- _Instructions to follow_:
Give every entry again, exactly.

- _Input records_:
"""From a patient's identifier in another system to the episode here: a person says it once, and it is kept.

What was confirmed is an entry of channel `identifier` in the episode. One patient can have several episodes; the
one that is open is meant, and where that does not decide, a person has to say.
"""

from __future__ import annotations

from collections.abc import Mapping, Sequence

from core.record.entries import NewEntry
from core.record.instant import Instant
from core.record.message import RecordError, refuse
from storage.draft_batch import DraftEntry
from storage.intake.row_reading import EntryRow
from storage.store import Store

CHANNEL = "identifier"


def identifier_text(system: str, value: str) -> str:
    """How an identifier is kept: its system and value.

    >>> identifier_text("WARD-7", " 0042 "), identifier_text("", "0042")
    ('WARD-7|0042', '0042')
    """
    return f"{system.strip()}|{value.strip()}" if system.strip() else value.strip()


class Patients:
    """Finds episodes by identifier. `said` is what a person says now: identifier to episode ('*' for any)."""

    def __init__(self, existing: Store | None, said: Mapping[str, str], now: Instant) -> None:
        self._existing, self._said, self._now = existing, dict(said), now
        self._anyone: tuple[str, ...] | None = None
        self._known: dict[str, list[str]] | None = None
        self._found: dict[tuple[str, ...], str | RecordError] = {}
        self.unknown: dict[str, int] = {}
        self._confirmed: dict[str, tuple[str, int]] = {}

    def episode(self, identifiers: Sequence[str], line: int) -> str:
        """The episode of a patient with these identifiers.

        Raises:
            RecordError: `patient.no_identifier`, `patient.unknown`, `patient.several_episodes`.
        """
        key = tuple(identifiers)
        if key not in self._found:
            try:
                self._found[key] = self._find(key, line)
            except RecordError as error:
                self._found[key] = error
        found = self._found[key]
        if isinstance(found, RecordError):
            if key:
                self.unknown[key[0]] = self.unknown.get(key[0], 0) + 1
            raise found
        return found

    def _find(self, identifiers: tuple[str, ...], line: int) -> str:
        if not identifiers and "*" not in self._said:
            raise refuse("patient.no_identifier", accepted="an identifier, or an episode named at intake")
        for text in identifiers:
            if text in self._said:
                return self._confirm(text, self._said[text], line)
        held = {key: text for text in identifiers for key in self._held().get(text, ())}
        anyone = self._said.get("*")
        if anyone and (not held or anyone in held):
            return self._for_anyone(identifiers, anyone, line)
        if len(held) > 1:
            still_open = set(self._existing.open_episode_keys()) if self._existing is not None else set()
            held = {k: t for k, t in held.items() if k in still_open} or held
        if len(held) == 1 and not anyone:
            return next(iter(held))
        if held:
            raise refuse("patient.several_episodes", value=identifiers[0], episodes=", ".join(held),
                         accepted="one of them, named at intake")  # fmt: skip
        raise refuse("patient.unknown", value=identifiers[0], accepted="the episode it belongs to, named once")

    def _for_anyone(self, identifiers: tuple[str, ...], episode: str, line: int) -> str:
        """The episode named for the whole file: it stands for one patient, never for two."""
        if self._anyone is None:
            self._anyone = identifiers
        if not set(self._anyone) & set(identifiers) and self._anyone != identifiers:
            raise refuse("patient.more_than_one", value=identifiers[0] if identifiers else "",
                         accepted="the episode of each, named by identifier")  # fmt: skip
        return self._confirm(identifiers[0] if identifiers else "", episode, line)

    def _confirm(self, identifier: str, episode: str, line: int) -> str:
        if identifier and episode not in self._held().get(identifier, ()):
            self._confirmed.setdefault(identifier, (episode, line))
        return episode

    def _held(self) -> dict[str, list[str]]:
        if self._known is None:
            self._known = {}
            for episode, words in self._existing.texts_of(CHANNEL) if self._existing is not None else ():
                self._known.setdefault(words, []).append(episode)
        return self._known

    def confirmations(self, by: str) -> list[EntryRow]:
        """The entries that keep what a person said of identifiers."""
        return [
            EntryRow(line, DraftEntry(NewEntry(episode, CHANNEL, self._now, words=text, raw=text, by=by)))
            for text, (episode, line) in self._confirmed.items()
        ]
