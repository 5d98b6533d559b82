"""Open episodes that a file would put under one label: two patients of one bed, told apart by their keys alone."""

from __future__ import annotations

from collections import Counter
from collections.abc import Callable, Iterable, Iterator, Sequence
from typing import TYPE_CHECKING

from core.record.entries import Action, Entry, NewEntry
from core.record.episode import build_episode
from core.record.instant import Instant
from core.record.knowledge import standing
from core.record.labels import alike
from core.record.message import Message
from core.record.settings import SettingsInForce
from core.record.support import support_time

if TYPE_CHECKING:
    from storage.store import Store


def shared_labels(
    entries: Sequence[NewEntry], combined: Callable[[str], list[Entry]], existing: Store | None
) -> Iterator[tuple[int, Message]]:
    """A doubt for each label of the file that another open episode bears, with the index of the label's row.

    Of two in one file the later row is told of; labels are compared without case and extra blanks. `combined` gives
    an episode's whole record, the file's rows among it.
    """
    rows = {e.episode: i for i, e in enumerate(entries) if e.channel == "label" and e.action is not Action.WITHDRAW}
    if not rows:
        return
    label_of = {key: alike(entries[i].words or "") for key, i in rows.items()}
    bears: dict[str, list[str]] = {}
    for key, label in _held(existing).items():
        if key not in rows:
            bears.setdefault(label, []).append(key)
    shared = {label for label, count in Counter(label_of.values()).items() if count > 1} | bears.keys()
    for key, i in sorted(rows.items(), key=lambda item: item[1]):
        if label_of[key] in shared and end_of_support(combined(key), key) is None:
            others = bears.setdefault(label_of[key], [])
            for other in others:
                yield i, Message("row.label_shared", {"label": entries[i].words, "episode": other})
            others.append(key)


def _held(existing: Store | None) -> dict[str, str]:
    """The labels of the store's open episodes, as people compare them."""
    return dict(labels_of_open(existing))


def labels_of_open(existing: Store | None) -> Iterator[tuple[str, str]]:
    """Each label that an open episode of the store bears or bore, as people compare them: (key, label), in order."""
    if existing is None:
        return
    still_open = set(existing.open_episode_keys())
    yield from ((key, alike(words)) for key, words in existing.texts_of("label") if key in still_open)


def end_of_support(entries: Iterable[Entry], key: str) -> Instant | None:
    """When the support of an episode ended, by its entries; None where it goes on."""
    record = build_episode(key, standing(entries))
    return support_time(record, SettingsInForce(record)).end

- _Solution for this task_:
"""From a patient's identifier in another system to the episode here: a person says it once, and it is kept.

What was confirmed is an entry of channel `identifier` in the episode. One patient can have several episodes; the
one that is open is meant, and where that does not decide, a person has to say.
"""

from __future__ import annotations

from collections.abc import Mapping, Sequence

from core.record.entries import NewEntry
from core.record.instant import Instant
from core.record.message import RecordError, refuse
from storage.draft_batch import DraftEntry
from storage.intake.row_reading import EntryRow
from storage.store import Store

CHANNEL = "identifier"


def identifier_text(system: str, value: str) -> str:
    """How an identifier is kept: its system and value.

    >>> identifier_text("WARD-7", " 0042 "), identifier_text("", "0042")
    ('WARD-7|0042', '0042')
    """
    return f"{system.strip()}|{value.strip()}" if system.strip() else value.strip()


class Patients:
    """Finds episodes by identifier. `said` is what a person says now: identifier to episode ('*' for any)."""

    def __init__(self, existing: Store | None, said: Mapping[str, str], now: Instant) -> None:
        self._existing, self._said, self._now = existing, dict(said), now
        self._anyone: tuple[str, ...] | None = None
        self._known: dict[str, list[str]] | None = None
        self._found: dict[tuple[str, ...], str | RecordError] = {}
        self.unknown: dict[str, int] = {}
        self._confirmed: dict[str, tuple[str, int]] = {}

    def episode(self, identifiers: Sequence[str], line: int) -> str:
        """The episode of a patient with these identifiers.

        Raises:
            RecordError: `patient.no_identifier`, `patient.unknown`, `patient.several_episodes`.
        """
        key = tuple(identifiers)
        if key not in self._found:
            try:
                self._found[key] = self._find(key, line)
            except RecordError as error:
                self._found[key] = error
        found = self._found[key]
        if isinstance(found, RecordError):
            if key:
                self.unknown[key[0]] = self.unknown.get(key[0], 0) + 1
            raise found
        return found

    def _find(self, identifiers: tuple[str, ...], line: int) -> str:
        if not identifiers and "*" not in self._said:
            raise refuse("patient.no_identifier", accepted="an identifier, or an episode named at intake")
        for text in identifiers:
            if text in self._said:
                return self._confirm(text, self._said[text], line)
        held = {key: text for text in identifiers for key in self._held().get(text, ())}
        anyone = self._said.get("*")
        if anyone and (not held or anyone in held):
            return self._for_anyone(identifiers, anyone, line)
        if len(held) > 1:
            still_open = set(self._existing.open_episode_keys()) if self._existing is not None else set()
            held = {k: t for k, t in held.items() if k in still_open} or held
        if len(held) == 1 and not anyone:
            return next(iter(held))
        if held:
            raise refuse("patient.several_episodes", value=identifiers[0], episodes=", ".join(held),
                         accepted="one of them, named at intake")  # fmt: skip
        raise refuse("patient.unknown", value=identifiers[0], accepted="the episode it belongs to, named once")

    def _for_anyone(self, identifiers: tuple[str, ...], episode: str, line: int) -> str:
        """The episode named for the whole file: it stands for one patient, never for two."""
        if self._anyone is None:
            self._anyone = identifiers
        if not set(self._anyone) & set(identifiers) and self._anyone != identifiers:
            raise refuse("patient.more_than_one", value=identifiers[0] if identifiers else "",
                         accepted="the episode of each, named by identifier")  # fmt: skip
        return self._confirm(identifiers[0] if identifiers else "", episode, line)

    def _confirm(self, identifier: str, episode: str, line: int) -> str:
        if identifier and episode not in self._held().get(identifier, ()):
            self._confirmed.setdefault(identifier, (episode, line))
        return episode

    def _held(self) -> dict[str, list[str]]:
        if self._known is None:
            self._known = {}
            for episode, words in self._existing.texts_of(CHANNEL) if self._existing is not None else ():
                self._known.setdefault(words, []).append(episode)
        return self._known

    def confirmations(self, by: str) -> list[EntryRow]:
        """The entries that keep what a person said of identifiers."""
        return [
            EntryRow(line, DraftEntry(NewEntry(episode, CHANNEL, self._now, words=text, raw=text, by=by)))
            for text, (episode, line) in self._confirmed.items()
        ]
repository 5d98b6533d559b82
"""Open episodes that a file would put under one label: two patients of one bed, told apart by their keys alone."""

from __future__ import annotations

from collections import Counter
from collections.abc import Callable, Iterable, Iterator, Sequence
from typing import TYPE_CHECKING

from core.record.entries import Action, Entry, NewEntry
from core.record.episode import build_episode
from core.record.instant import Instant
from core.record.knowledge import standing
from core.record.labels import alike
from core.record.message import Message
from core.record.settings import SettingsInForce
from core.record.support import support_time

if TYPE_CHECKING:
    from storage.store import Store


def shared_labels(
    entries: Sequence[NewEntry], combined: Callable[[str], list[Entry]], existing: Store | None
) -> Iterator[tuple[int, Message]]:
    """A doubt for each label of the file that another open episode bears, with the index of the label's row.

    Of two in one file the later row is told of; labels are compared without case and extra blanks. `combined` gives
    an episode's whole record, the file's rows among it.
    """
    rows = {e.episode: i for i, e in enumerate(entries) if e.channel == "label" and e.action is not Action.WITHDRAW}
    if not rows:
        return
    label_of = {key: alike(entries[i].words or "") for key, i in rows.items()}
    bears: dict[str, list[str]] = {}
    for key, label in _held(existing).items():
        if key not in rows:
            bears.setdefault(label, []).append(key)
    shared = {label for label, count in Counter(label_of.values()).items() if count > 1} | bears.keys()
    for key, i in sorted(rows.items(), key=lambda item: item[1]):
        if label_of[key] in shared and end_of_support(combined(key), key) is None:
            others = bears.setdefault(label_of[key], [])
            for other in others:
                yield i, Message("row.label_shared", {"label": entries[i].words, "episode": other})
            others.append(key)


def _held(existing: Store | None) -> dict[str, str]:
    """The labels of the store's open episodes, as people compare them."""
    return dict(labels_of_open(existing))


def labels_of_open(existing: Store | None) -> Iterator[tuple[str, str]]:
    """Each label that an open episode of the store bears or bore, as people compare them: (key, label), in order."""
    if existing is None:
        return
    still_open = set(existing.open_episode_keys())
    yield from ((key, alike(words)) for key, words in existing.texts_of("label") if key in still_open)


def end_of_support(entries: Iterable[Entry], key: str) -> Instant | None:
    """When the support of an episode ended, by its entries; None where it goes on."""
    record = build_episode(key, standing(entries))
    return support_time(record, SettingsInForce(record)).end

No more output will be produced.